▶ [WHAT IS EXPECTED] Copy all lines holding the word "filename" from the entries.

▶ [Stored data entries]
+++++
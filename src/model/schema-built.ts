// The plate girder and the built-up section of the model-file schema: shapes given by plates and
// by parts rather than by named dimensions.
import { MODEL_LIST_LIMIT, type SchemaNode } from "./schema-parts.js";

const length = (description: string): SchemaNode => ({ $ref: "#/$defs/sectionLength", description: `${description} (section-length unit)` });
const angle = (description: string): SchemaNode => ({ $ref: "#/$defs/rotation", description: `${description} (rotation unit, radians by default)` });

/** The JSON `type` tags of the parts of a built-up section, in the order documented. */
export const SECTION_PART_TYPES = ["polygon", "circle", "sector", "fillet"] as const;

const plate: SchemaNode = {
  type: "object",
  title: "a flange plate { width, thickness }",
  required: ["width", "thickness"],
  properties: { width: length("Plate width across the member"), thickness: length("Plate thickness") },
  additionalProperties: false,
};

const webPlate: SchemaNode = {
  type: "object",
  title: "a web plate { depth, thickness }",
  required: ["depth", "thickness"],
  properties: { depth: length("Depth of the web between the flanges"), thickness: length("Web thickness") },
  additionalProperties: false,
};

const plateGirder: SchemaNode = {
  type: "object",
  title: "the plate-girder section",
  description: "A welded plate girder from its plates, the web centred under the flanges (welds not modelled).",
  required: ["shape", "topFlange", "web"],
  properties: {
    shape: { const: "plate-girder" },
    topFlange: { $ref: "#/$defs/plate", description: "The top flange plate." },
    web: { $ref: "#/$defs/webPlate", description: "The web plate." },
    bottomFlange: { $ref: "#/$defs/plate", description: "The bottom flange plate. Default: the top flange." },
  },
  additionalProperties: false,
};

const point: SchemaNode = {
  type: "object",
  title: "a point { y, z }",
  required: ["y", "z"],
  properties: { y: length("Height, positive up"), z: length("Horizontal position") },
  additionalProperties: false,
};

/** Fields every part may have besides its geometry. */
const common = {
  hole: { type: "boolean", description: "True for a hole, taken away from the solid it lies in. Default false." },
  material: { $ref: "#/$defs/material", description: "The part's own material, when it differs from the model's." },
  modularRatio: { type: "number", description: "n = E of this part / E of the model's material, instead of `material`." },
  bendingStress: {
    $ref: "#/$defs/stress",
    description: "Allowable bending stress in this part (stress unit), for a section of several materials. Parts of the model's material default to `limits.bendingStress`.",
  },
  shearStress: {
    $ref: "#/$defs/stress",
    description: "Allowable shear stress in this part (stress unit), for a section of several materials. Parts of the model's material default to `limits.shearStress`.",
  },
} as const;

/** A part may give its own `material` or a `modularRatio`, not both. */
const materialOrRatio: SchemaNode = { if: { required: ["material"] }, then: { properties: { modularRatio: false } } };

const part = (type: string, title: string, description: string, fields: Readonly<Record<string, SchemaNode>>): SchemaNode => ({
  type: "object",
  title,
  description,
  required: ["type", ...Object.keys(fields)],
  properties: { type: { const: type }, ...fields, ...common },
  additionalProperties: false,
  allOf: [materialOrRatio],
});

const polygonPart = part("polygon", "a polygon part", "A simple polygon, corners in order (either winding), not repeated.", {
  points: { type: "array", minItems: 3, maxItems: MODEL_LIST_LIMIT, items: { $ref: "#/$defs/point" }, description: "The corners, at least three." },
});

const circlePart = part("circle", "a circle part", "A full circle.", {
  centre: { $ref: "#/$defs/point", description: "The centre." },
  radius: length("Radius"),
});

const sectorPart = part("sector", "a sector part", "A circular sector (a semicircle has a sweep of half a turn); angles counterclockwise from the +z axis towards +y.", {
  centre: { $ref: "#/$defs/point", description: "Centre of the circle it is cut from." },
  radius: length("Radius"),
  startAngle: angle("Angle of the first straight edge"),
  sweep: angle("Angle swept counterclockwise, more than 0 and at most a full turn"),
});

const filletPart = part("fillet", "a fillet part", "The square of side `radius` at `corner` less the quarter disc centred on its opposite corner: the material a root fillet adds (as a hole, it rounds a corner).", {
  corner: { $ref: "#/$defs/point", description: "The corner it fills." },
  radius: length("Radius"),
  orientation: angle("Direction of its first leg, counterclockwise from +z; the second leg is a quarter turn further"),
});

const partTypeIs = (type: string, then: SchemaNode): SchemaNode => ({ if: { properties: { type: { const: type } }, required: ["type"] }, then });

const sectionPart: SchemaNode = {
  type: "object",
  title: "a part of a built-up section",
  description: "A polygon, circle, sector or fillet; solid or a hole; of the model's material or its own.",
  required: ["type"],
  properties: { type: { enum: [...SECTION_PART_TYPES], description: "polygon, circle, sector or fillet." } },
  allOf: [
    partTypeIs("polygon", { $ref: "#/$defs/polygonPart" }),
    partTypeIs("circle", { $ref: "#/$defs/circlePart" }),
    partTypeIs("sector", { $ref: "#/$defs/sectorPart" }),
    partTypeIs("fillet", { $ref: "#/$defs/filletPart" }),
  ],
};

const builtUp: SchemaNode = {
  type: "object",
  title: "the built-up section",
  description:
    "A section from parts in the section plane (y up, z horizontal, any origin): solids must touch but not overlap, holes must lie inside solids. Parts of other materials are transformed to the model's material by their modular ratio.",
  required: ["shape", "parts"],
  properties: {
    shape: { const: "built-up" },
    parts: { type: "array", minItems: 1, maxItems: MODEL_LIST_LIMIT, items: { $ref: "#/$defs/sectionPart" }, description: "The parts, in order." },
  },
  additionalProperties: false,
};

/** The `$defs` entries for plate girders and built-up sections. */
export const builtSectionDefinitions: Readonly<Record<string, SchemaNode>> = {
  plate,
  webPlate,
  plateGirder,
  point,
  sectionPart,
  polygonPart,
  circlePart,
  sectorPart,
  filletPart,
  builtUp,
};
+++++
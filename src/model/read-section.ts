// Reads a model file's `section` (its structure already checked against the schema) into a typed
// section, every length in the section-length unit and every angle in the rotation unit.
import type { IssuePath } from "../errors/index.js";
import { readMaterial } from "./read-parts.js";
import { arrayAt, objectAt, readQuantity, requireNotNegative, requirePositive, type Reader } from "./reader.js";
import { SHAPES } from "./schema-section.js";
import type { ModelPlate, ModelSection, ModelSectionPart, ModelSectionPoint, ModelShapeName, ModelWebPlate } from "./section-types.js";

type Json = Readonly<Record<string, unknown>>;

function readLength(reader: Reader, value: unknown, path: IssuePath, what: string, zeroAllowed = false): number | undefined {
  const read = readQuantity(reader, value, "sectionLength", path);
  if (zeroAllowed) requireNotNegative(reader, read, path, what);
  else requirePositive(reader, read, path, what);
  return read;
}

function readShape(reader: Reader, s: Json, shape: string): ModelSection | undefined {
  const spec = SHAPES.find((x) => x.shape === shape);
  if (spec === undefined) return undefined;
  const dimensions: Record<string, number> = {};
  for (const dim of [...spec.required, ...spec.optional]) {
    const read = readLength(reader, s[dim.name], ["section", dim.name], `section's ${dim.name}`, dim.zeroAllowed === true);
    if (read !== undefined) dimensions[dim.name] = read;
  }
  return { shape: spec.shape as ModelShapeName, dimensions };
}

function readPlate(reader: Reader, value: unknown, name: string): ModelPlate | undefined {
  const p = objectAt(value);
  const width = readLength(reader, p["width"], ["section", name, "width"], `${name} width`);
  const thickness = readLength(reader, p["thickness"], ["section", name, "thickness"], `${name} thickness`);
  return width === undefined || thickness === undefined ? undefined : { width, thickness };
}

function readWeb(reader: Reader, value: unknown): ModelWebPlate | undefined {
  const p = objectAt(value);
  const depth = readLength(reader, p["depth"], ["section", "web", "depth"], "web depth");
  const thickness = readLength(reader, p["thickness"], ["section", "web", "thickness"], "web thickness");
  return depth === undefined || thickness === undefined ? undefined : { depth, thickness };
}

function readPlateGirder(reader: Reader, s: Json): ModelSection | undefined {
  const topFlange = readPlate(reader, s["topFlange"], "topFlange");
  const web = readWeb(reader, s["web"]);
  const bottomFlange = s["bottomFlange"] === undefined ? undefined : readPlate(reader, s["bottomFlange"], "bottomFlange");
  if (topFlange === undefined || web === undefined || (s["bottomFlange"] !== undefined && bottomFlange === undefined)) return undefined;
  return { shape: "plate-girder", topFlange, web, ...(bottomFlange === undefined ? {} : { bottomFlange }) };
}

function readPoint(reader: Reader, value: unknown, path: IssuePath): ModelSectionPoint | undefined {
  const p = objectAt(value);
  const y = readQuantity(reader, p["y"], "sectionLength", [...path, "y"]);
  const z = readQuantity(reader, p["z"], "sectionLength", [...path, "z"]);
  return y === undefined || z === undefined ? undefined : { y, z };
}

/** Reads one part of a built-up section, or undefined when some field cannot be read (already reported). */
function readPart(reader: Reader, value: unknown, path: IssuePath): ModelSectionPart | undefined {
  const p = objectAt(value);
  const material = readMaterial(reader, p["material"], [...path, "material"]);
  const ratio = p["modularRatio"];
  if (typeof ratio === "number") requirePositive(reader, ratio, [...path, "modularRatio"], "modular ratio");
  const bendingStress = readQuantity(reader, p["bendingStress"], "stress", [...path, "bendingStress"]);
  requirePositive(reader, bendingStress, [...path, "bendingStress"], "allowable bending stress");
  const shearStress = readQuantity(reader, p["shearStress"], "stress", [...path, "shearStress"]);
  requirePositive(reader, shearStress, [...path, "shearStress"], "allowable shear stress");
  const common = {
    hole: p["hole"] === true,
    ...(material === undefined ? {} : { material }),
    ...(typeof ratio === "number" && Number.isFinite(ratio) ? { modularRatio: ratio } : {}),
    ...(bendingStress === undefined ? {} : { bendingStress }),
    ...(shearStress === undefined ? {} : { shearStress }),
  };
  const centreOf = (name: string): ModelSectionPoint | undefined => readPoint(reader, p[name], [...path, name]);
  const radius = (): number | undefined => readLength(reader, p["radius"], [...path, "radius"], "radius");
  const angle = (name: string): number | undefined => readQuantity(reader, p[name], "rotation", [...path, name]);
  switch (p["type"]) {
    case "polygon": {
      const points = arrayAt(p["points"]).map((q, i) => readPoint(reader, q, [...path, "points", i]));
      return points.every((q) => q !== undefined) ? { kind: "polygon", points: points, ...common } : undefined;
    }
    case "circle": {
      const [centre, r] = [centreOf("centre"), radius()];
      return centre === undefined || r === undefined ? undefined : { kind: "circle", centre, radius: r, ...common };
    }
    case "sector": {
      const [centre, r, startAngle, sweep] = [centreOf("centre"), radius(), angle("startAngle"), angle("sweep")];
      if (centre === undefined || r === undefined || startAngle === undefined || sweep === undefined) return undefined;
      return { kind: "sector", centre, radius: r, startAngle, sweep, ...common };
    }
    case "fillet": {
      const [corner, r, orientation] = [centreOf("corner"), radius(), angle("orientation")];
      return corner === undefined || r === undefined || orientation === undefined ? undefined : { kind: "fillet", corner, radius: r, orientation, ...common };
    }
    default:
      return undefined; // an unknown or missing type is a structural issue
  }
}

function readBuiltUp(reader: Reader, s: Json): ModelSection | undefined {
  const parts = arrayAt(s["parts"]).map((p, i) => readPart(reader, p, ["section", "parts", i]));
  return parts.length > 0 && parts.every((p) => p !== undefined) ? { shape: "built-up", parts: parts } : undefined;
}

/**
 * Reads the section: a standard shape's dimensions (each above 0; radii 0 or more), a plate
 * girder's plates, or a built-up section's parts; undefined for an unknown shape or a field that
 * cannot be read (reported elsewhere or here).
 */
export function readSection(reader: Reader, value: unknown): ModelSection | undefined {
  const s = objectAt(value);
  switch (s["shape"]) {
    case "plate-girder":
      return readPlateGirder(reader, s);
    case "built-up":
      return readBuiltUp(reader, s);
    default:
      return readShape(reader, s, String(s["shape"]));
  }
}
+++++
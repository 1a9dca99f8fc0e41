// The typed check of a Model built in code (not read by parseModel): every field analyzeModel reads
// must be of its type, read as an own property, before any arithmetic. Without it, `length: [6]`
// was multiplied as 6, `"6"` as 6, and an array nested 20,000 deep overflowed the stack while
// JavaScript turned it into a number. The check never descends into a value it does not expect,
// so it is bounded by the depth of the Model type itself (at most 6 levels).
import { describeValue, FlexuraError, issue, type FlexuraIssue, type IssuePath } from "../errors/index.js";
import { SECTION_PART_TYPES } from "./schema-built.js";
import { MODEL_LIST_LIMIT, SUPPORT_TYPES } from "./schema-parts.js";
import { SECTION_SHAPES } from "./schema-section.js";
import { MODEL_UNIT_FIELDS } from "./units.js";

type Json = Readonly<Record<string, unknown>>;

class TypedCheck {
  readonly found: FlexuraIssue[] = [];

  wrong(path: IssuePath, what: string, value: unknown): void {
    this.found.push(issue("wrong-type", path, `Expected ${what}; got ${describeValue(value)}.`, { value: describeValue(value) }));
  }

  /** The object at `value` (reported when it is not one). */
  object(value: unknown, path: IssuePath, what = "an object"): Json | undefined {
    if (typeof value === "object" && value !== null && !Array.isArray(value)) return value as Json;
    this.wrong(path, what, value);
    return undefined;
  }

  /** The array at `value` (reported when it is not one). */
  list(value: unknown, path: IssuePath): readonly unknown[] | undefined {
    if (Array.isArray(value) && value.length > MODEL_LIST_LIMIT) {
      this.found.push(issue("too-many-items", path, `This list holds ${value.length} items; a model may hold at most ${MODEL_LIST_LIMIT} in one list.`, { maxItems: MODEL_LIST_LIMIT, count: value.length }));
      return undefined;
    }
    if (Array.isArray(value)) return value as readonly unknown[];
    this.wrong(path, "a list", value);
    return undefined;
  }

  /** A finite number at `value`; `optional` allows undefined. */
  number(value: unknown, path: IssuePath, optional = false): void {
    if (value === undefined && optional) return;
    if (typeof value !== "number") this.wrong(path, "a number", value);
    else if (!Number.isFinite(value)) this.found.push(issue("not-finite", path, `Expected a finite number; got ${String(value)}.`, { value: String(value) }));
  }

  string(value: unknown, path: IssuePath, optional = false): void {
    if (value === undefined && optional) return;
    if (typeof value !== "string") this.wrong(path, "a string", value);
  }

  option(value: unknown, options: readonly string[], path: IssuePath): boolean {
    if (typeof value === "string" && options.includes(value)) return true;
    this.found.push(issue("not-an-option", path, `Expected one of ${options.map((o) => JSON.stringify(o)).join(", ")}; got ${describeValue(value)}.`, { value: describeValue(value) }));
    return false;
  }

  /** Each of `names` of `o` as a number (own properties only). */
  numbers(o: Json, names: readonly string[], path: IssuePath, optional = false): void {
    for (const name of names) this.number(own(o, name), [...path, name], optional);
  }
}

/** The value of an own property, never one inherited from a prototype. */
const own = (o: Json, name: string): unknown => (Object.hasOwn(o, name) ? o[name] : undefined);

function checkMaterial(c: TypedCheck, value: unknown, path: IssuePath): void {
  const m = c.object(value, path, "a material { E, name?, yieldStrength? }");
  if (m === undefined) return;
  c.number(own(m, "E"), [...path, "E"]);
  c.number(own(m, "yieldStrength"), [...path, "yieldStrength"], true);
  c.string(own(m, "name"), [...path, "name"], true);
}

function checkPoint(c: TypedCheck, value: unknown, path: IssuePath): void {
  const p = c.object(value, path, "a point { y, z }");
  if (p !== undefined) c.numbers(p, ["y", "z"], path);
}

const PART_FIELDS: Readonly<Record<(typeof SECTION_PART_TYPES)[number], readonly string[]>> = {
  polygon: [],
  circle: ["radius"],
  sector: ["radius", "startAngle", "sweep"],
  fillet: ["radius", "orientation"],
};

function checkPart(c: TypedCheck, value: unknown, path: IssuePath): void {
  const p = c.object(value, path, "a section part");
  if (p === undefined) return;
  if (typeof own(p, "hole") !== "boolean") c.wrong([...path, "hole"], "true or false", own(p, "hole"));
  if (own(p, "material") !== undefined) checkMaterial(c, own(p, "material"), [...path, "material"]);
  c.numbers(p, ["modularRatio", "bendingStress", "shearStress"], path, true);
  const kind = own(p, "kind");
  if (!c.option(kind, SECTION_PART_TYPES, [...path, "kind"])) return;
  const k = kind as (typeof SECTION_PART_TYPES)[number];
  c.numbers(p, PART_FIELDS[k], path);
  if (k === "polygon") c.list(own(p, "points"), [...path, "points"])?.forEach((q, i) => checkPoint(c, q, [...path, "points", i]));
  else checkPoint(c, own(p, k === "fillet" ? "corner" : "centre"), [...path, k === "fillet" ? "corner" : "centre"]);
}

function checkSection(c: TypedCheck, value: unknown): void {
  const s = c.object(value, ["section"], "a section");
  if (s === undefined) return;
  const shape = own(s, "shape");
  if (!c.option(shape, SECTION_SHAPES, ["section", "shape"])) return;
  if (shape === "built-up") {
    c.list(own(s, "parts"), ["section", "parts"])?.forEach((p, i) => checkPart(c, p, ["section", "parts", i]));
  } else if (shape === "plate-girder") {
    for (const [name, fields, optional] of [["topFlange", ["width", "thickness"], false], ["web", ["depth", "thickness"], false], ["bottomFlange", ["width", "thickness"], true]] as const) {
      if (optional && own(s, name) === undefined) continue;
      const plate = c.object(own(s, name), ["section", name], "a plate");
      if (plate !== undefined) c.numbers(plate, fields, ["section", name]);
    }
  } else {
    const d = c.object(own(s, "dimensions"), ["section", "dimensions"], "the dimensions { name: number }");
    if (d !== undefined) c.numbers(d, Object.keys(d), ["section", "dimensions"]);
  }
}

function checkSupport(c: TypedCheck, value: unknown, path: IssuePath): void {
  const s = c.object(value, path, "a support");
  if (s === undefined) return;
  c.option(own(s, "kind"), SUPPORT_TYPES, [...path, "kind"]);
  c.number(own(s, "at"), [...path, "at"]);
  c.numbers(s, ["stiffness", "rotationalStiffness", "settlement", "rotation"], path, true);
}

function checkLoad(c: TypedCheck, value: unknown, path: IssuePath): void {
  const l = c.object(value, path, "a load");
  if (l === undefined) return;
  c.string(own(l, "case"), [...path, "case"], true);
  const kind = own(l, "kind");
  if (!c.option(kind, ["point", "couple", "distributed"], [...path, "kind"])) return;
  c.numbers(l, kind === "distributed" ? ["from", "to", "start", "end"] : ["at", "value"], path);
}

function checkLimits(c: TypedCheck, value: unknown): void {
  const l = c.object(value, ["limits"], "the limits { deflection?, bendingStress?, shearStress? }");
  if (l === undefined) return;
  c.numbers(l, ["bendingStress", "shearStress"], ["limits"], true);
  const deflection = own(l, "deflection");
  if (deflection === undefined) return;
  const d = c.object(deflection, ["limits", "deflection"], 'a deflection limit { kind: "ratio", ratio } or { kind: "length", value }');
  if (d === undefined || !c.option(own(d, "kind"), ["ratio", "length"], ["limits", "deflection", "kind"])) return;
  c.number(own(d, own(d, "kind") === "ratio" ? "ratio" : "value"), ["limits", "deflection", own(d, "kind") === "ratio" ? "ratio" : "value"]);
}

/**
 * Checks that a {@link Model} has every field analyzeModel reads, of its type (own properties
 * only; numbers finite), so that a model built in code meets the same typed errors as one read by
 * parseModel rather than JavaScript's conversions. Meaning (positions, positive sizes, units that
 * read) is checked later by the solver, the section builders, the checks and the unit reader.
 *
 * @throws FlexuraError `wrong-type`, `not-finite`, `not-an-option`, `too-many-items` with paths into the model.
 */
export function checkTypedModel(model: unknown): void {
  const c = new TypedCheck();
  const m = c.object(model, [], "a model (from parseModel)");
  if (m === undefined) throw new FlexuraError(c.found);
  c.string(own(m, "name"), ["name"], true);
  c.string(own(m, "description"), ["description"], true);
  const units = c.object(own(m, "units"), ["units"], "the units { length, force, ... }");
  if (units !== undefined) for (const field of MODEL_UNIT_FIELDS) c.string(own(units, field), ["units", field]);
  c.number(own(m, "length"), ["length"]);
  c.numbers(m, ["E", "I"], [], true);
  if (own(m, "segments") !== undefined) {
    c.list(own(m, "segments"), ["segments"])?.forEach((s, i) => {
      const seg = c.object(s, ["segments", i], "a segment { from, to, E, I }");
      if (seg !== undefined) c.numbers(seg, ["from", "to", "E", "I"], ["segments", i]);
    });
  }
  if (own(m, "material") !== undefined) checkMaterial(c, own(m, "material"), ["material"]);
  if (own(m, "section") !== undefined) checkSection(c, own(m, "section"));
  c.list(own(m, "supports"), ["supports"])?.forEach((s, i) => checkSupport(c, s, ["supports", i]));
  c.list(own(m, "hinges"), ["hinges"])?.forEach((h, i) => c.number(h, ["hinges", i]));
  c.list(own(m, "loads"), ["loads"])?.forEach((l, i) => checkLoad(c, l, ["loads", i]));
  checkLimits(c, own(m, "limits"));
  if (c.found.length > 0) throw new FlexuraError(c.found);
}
+++++
▶ [ANSWER BOX]
filename src/model/schema-built.ts
filename src/model/read-section.ts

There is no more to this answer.